Wall Street Versus Silicon Valley + Wall Street’s loss is a gain for the rest of us

These sections talk about the boom and bust of algo trading talent war. In years preceding to the financial crash, most of the talented Math and Physics Ivy league grads headed to Wall street. There was a massive need for such grads to write algos , apply math to complex derivate pricing and valuation, hft algos etc. The result of this lead to talent scarcity in many fields that were crying for algos. Soon things started to change. There are many factors that lead to grads turning down Wall Street offers. Firstly, the crisis, Secondly, the Zuckerberg-Twitter-Groupon-Dropbox-Zynga effect, i.e. technology firms were using a ton of AI, algos, bots to create apps on the internet. There is a mention of Jeffrey Hammerbacher who worked as a quant at Bear Stearns, left it to join facebook and created a ton of algos that help facebook in making the site sticky. He now heads Cloudera, another startup that uses quant stuff to manage data storage. The author cites of examples where grads have turned down offers from even Renaissance and says that they are indications that things are changing and people no longer want to end up applying math and algos for Wall Street.

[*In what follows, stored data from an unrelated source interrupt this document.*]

//! The implicit hitting set loop shared by both searches: a minimum-cost hitting set of the
//! obstructions found so far, a test of what is left, repeated until the test succeeds. What a
//! test is (colouring or planarity) and what an obstruction holds are the caller's.

use std::sync::atomic::{AtomicBool, Ordering};
use std::time::Instant;

use super::RelaxProgress;
use super::hitting_set::min_cost_hitting_set;

/// What a test of the problem without the dropped soft items found.
pub(crate) enum Tested<W, O> {
    /// It works; `W` shows it (a colouring, an embedding).
    Works(W),
    /// It does not; an obstruction among the soft items kept.
    Obstruction(O),
    /// The test was stopped (cancelled or out of time).
    Stopped,
}

/// What the loop found, for the caller to put in its report.
pub(crate) struct Found<W, O> {
    pub relaxation: Option<Vec<usize>>,
    pub cost: Option<u64>,
    pub witness: Option<W>,
    pub lower_bound: u64,
    pub proven_optimal: bool,
    pub infeasible: bool,
    pub obstructions: Vec<O>,
    pub stopped: bool,
    pub rounds: usize,
}

/// Runs the implicit hitting set loop over soft items costing `cost`. Each round takes a
/// minimum-cost hitting set H of the obstructions' soft sets (`soft` of each) and calls `test`
/// with the items dropped (`dropped[j]`); an obstruction's items are dropped as well and the test
/// repeats, so a round ends with a working set or stops. An obstruction with no soft item ends the
/// search as infeasible. Stopped by `cancel` or `deadline` between rounds and inside the hitting
/// set search; `progress` hears after every obstruction and every round.
pub(crate) fn hitting_set_loop<W, O>(
    cost: &[u64],
    deadline: Option<Instant>,
    cancel: &AtomicBool,
    progress: &mut dyn FnMut(RelaxProgress),
    soft: impl Fn(&O) -> &[usize],
    mut test: impl FnMut(&[bool]) -> Tested<W, O>,
) -> Found<W, O> {
    let stopped =
        || cancel.load(Ordering::Relaxed) || deadline.is_some_and(|d| Instant::now() >= d);
    let mut found = Found {
        relaxation: None,
        cost: None,
        witness: None,
        lower_bound: 0,
        proven_optimal: false,
        infeasible: false,
        obstructions: Vec::new(),
        stopped: false,
        rounds: 0,
    };
    let tell = |found: &Found<W, O>, progress: &mut dyn FnMut(RelaxProgress)| {
        progress(RelaxProgress {
            obstructions: found.obstructions.len(),
            lower_bound: found.lower_bound,
            best_cost: found.cost,
        })
    };
    'rounds: loop {
        if stopped() {
            found.stopped = true;
            break;
        }
        found.rounds += 1;
        let sets: Vec<Vec<usize>> = found
            .obstructions
            .iter()
            .map(|o| soft(o).to_vec())
            .collect();
        let hs = min_cost_hitting_set(&sets, cost, Some(cancel), deadline);
        found.lower_bound = found.lower_bound.max(hs.lower_bound);
        if found.cost == Some(found.lower_bound) {
            break;
        }
        if hs.lower_bound < hs.cost {
            found.stopped = true;
            break;
        }
        let mut dropped = vec![false; cost.len()];
        for &e in &hs.elements {
            dropped[e] = true;
        }
        loop {
            match test(&dropped) {
                Tested::Works(witness) => {
                    let set: Vec<usize> = (0..dropped.len()).filter(|&j| dropped[j]).collect();
                    let total: u64 = set.iter().map(|&j| cost[j]).sum();
                    if found.cost.is_none_or(|c| total < c) {
                        found.relaxation = Some(set);
                        found.cost = Some(total);
                        found.witness = Some(witness);
                    }
                    break;
                }
                Tested::Obstruction(o) => {
                    let hard_only = soft(&o).is_empty();
                    for &j in soft(&o) {
                        dropped[j] = true;
                    }
                    found.obstructions.push(o);
                    tell(&found, progress);
                    if hard_only {
                        found.infeasible = true;
                        found.relaxation = None;
                        found.cost = None;
                        found.witness = None;
                        break 'rounds;
                    }
                }
                Tested::Stopped => {
                    found.stopped = true;
                    break 'rounds;
                }
            }
        }
        tell(&found, progress);
    }
    found.proven_optimal = !found.infeasible && found.cost == Some(found.lower_bound);
    if found.proven_optimal {
        found.stopped = false;
    }
    found
}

The Future belongs to Algorithms and their creators

The last section of the book gives a few cues that give a sense of the ways bots are going to change and influence things in the future. What about the talent ? Are there are enough math grads and programming majors who can program these bots in various fields that are crying for algo solutions ? This question in the book leads to a discussion on the state of US education sector and the faculty at the junior school level. One of the solutions pointed out by many experts, deans, professors, tech visionaries is to expose kids at the junior school level to math and programming. Programming should be made compulsory to everyone at a high school level. The book ends with the following suggestion:

There are a lot of potentially quantitatively minded people roaming around out there who have never given their brains a proper crack at the game. Smart people aren’t in short supply. Smart people educated in quantitative fields are, however. We just need to increase the size of the funnel that gets people there. Every single student at every high school in America should be required to take at least one programming class. Most students will stop there and move on to do something else. But even if just 5 percent of those students become engaged with the power of devising their own programs and algorithms, it will change the dynamic of our education system and our economy. Imagine all of the students who never give programming or quantitative fields a thought. Math, to them, is a rote skill that must be memorized so that a test or a quiz can be passed; they never see the other side of math that’s changing our world. Or when they finally do, perhaps in college, their life vector is already set toward another field. Programming and computer science classes shouldn’t be relegated to a niche group of students— this is the skill, more than any other, that will matter during this century. All students should get their chance.